EXERCISE PROMPT –
Go through the lines below and copy any that hold the string "only".

EXTRACTED RECORDS –
* * *

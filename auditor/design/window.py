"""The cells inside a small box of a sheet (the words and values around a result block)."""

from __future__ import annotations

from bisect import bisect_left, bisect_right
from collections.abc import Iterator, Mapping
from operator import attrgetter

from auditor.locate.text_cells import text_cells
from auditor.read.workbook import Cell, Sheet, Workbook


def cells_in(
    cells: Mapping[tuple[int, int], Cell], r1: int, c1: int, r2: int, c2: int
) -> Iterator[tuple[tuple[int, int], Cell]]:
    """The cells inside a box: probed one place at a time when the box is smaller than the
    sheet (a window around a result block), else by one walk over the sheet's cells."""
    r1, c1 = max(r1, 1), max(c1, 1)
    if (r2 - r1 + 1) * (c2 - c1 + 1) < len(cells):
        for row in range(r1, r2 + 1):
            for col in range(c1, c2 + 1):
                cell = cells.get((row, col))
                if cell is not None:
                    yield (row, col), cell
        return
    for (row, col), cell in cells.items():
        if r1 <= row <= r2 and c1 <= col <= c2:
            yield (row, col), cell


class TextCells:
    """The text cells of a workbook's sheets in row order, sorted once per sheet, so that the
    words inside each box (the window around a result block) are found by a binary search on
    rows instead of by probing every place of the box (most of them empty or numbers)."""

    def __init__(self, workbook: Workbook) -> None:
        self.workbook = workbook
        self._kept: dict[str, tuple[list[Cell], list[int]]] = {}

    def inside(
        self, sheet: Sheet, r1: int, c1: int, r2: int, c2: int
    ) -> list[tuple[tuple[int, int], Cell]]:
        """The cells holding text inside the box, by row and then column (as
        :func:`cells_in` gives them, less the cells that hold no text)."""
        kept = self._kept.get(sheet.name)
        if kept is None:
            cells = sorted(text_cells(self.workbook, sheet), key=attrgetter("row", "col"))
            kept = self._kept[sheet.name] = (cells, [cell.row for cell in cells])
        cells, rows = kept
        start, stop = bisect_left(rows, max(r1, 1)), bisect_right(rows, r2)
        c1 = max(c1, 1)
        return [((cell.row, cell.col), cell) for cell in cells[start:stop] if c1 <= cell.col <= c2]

* * *

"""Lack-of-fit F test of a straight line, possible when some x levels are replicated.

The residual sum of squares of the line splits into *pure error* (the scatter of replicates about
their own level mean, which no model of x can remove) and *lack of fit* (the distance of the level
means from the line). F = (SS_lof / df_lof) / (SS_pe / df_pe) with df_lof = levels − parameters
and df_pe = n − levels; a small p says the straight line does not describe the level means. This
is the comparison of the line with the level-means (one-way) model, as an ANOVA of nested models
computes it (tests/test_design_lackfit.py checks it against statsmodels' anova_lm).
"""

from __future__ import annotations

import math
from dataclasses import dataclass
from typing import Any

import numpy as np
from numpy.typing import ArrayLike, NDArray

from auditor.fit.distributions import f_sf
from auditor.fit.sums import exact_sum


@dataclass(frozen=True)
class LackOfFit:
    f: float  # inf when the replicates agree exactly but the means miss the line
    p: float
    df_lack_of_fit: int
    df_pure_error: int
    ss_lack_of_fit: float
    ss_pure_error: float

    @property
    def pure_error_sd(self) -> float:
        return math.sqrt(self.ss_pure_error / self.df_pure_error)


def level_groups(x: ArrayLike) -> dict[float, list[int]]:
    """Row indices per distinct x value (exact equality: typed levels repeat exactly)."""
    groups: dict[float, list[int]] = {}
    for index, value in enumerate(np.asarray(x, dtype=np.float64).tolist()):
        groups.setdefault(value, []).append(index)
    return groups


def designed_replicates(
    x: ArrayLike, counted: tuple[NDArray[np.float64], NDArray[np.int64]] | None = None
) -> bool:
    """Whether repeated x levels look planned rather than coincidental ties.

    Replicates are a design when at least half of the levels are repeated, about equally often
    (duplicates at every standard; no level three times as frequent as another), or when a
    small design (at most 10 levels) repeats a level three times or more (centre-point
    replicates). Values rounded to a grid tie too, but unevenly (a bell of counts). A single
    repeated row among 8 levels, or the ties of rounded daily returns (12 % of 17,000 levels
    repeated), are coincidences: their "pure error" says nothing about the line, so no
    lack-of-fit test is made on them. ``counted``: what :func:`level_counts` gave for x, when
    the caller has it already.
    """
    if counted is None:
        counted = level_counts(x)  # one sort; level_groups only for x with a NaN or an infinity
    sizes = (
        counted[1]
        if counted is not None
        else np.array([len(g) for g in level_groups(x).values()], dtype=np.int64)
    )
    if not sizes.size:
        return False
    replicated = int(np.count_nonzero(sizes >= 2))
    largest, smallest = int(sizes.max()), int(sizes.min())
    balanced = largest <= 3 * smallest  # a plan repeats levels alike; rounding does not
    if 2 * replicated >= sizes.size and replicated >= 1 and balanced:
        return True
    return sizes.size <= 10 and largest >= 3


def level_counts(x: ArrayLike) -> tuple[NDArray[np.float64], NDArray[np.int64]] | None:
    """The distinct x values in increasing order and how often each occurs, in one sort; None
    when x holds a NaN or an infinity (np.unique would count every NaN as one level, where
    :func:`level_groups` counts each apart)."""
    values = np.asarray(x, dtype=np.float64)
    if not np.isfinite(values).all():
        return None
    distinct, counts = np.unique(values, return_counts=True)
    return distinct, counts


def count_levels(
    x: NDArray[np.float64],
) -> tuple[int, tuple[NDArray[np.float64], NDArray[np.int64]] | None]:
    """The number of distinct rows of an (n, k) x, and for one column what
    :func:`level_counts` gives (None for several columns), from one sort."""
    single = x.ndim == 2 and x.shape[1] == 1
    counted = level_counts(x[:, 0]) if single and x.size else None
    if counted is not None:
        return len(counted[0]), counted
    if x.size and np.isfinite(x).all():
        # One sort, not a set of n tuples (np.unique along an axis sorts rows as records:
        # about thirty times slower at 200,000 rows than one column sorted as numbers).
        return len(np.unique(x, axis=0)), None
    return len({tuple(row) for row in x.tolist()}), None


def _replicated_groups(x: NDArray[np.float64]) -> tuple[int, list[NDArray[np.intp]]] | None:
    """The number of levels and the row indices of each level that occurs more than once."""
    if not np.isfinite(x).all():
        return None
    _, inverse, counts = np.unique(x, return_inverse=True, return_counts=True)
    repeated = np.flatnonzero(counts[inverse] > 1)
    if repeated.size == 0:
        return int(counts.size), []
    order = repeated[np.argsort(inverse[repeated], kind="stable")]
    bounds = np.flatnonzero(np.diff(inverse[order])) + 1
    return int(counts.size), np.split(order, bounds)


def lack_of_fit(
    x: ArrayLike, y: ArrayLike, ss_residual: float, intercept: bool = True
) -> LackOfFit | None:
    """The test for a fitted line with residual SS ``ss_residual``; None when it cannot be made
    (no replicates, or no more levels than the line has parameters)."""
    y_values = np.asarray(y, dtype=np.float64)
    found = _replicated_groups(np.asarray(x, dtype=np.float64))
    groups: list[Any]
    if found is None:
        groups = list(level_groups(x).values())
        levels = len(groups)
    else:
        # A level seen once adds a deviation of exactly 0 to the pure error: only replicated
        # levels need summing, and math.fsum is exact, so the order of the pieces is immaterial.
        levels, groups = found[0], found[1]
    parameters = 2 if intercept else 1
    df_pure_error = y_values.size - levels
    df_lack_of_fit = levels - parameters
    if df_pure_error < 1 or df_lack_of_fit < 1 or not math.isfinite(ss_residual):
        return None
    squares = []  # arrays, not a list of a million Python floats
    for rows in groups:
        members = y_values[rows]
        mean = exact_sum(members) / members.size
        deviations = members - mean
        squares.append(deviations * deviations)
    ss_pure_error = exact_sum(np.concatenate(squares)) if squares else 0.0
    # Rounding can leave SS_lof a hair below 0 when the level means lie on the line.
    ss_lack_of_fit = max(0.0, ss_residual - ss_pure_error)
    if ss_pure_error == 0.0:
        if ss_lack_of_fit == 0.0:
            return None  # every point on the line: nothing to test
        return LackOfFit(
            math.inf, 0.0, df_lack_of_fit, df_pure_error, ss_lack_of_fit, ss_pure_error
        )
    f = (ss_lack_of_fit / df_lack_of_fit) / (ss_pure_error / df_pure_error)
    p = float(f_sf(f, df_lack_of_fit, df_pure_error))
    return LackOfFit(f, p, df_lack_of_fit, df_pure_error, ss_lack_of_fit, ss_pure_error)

* * *

THE COMPLETED TASK –
        counted = level_counts(x)  # one sort; level_groups only for x with a NaN or an infinity
        # A level seen once adds a deviation of exactly 0 to the pure error: only replicated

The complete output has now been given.